• RECORDS SHOWN:
# # # # # # #
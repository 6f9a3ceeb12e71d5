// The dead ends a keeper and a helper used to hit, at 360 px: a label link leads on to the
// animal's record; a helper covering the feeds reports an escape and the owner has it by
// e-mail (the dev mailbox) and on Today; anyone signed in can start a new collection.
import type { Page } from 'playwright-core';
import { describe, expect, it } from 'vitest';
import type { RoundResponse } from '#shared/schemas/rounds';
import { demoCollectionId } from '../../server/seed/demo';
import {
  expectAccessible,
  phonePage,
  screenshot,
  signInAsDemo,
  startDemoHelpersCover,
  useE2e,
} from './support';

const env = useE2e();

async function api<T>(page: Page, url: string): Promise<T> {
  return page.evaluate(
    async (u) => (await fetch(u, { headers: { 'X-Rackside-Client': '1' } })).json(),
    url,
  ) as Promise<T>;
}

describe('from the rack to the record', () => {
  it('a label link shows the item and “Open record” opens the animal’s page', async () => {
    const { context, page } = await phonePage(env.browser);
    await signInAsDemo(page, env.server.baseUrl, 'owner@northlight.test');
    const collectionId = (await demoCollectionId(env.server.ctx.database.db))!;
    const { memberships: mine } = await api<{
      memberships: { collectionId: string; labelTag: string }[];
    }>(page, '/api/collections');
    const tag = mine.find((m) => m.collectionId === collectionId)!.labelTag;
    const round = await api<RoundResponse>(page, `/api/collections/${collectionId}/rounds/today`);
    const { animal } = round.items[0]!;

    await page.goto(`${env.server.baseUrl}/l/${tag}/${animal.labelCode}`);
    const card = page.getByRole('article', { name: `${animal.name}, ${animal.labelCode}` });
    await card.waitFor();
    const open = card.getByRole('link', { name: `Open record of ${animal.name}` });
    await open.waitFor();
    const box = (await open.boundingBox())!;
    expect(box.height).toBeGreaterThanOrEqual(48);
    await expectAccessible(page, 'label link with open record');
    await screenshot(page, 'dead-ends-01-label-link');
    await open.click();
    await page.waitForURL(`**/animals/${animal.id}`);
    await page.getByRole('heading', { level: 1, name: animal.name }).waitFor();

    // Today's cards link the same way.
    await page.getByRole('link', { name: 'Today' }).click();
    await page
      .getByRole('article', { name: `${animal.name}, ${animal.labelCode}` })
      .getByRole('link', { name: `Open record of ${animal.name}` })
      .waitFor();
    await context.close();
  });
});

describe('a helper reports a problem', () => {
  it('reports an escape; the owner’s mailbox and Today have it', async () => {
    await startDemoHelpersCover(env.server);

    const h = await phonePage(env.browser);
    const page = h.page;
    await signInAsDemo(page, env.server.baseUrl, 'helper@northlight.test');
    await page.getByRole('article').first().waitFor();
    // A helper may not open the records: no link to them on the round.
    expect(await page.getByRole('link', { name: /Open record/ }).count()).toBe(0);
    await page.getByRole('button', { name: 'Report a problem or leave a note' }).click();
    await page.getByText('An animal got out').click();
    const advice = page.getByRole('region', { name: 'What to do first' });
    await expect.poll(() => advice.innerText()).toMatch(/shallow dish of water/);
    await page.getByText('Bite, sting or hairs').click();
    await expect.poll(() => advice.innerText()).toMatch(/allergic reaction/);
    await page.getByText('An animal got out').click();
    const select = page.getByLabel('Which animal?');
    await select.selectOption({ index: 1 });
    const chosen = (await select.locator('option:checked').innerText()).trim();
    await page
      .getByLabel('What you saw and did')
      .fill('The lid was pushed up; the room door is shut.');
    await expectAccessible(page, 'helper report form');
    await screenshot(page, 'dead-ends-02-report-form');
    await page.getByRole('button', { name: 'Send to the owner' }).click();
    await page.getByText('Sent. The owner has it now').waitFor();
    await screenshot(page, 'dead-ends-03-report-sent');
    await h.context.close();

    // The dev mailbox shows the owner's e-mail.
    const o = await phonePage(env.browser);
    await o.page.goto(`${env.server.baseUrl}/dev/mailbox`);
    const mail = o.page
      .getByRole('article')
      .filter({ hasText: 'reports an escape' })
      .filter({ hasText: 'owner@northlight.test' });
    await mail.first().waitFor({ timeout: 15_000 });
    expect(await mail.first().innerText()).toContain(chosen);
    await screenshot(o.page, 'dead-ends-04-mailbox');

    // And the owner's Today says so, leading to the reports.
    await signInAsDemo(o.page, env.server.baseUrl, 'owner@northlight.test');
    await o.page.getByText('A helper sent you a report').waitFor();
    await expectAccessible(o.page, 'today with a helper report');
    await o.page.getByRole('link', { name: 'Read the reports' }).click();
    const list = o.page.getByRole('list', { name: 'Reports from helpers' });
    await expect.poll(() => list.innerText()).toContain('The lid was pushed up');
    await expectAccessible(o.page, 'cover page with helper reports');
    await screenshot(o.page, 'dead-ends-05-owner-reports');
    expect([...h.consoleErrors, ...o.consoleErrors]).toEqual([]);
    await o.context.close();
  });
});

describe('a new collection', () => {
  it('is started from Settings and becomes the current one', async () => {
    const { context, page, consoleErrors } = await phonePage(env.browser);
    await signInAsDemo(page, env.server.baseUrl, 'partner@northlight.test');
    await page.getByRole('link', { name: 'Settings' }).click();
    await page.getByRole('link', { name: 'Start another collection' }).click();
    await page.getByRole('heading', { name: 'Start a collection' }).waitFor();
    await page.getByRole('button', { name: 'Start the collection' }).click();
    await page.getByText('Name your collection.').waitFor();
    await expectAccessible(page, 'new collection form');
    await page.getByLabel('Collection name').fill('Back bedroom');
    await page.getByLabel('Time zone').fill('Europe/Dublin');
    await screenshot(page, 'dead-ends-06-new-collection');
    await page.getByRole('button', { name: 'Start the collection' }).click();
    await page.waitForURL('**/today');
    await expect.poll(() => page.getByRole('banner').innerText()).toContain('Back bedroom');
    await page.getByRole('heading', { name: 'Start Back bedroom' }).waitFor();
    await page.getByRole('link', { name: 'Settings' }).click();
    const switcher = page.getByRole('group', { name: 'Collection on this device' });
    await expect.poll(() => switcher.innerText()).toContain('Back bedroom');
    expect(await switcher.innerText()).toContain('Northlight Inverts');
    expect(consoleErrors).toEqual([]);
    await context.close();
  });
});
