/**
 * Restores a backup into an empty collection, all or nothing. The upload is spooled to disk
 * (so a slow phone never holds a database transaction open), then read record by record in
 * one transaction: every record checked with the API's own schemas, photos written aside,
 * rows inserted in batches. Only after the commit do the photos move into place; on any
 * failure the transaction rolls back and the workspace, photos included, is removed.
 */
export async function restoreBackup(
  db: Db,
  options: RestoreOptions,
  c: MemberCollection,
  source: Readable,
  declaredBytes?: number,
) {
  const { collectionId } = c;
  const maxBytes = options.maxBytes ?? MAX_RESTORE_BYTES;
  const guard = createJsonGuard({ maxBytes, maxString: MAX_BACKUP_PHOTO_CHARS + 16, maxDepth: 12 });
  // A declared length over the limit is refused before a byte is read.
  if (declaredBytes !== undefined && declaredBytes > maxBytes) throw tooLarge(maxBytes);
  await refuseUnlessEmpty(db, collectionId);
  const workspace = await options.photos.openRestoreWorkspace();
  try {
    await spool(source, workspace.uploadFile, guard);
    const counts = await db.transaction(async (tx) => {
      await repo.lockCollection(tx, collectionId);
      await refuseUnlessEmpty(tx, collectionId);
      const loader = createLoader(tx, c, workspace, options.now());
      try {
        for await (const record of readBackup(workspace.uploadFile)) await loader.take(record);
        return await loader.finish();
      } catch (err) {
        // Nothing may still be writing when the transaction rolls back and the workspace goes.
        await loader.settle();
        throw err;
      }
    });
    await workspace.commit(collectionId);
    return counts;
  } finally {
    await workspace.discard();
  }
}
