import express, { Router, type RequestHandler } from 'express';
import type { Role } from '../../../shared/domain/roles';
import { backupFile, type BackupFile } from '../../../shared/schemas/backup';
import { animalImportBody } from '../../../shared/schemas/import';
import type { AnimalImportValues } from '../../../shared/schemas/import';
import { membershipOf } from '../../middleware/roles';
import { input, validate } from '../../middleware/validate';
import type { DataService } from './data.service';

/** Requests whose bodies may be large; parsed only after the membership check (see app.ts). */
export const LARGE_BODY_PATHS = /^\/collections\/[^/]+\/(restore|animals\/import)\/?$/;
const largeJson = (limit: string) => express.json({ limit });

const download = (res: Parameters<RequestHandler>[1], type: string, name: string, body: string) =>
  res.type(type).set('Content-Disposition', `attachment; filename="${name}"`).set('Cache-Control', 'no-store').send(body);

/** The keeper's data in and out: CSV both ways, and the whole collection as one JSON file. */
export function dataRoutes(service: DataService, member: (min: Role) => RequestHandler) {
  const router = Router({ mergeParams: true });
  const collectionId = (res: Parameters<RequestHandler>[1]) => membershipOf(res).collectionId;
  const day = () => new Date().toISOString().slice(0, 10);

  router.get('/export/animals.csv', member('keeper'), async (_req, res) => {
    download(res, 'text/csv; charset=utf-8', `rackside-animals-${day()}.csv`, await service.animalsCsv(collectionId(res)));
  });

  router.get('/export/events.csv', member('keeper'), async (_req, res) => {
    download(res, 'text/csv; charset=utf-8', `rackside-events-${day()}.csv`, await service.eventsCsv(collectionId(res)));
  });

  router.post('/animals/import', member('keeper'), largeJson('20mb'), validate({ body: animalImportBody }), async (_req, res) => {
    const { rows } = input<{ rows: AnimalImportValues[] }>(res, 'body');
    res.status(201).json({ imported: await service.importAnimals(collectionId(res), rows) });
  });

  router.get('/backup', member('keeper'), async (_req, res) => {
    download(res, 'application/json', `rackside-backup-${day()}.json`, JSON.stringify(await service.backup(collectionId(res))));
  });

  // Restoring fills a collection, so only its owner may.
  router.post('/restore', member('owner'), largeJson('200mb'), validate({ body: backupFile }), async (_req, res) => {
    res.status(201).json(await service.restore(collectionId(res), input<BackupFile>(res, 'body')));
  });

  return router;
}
# # # # # # #
• WORK ITEM: Every line in the records that holds the word "switcher" should be copied into the answer.

• TASK ANSWER:
    const switcher = page.getByRole('group', { name: 'Collection on this device' });
    await expect.poll(() => switcher.innerText()).toContain('Back bedroom');
    expect(await switcher.innerText()).toContain('Northlight Inverts');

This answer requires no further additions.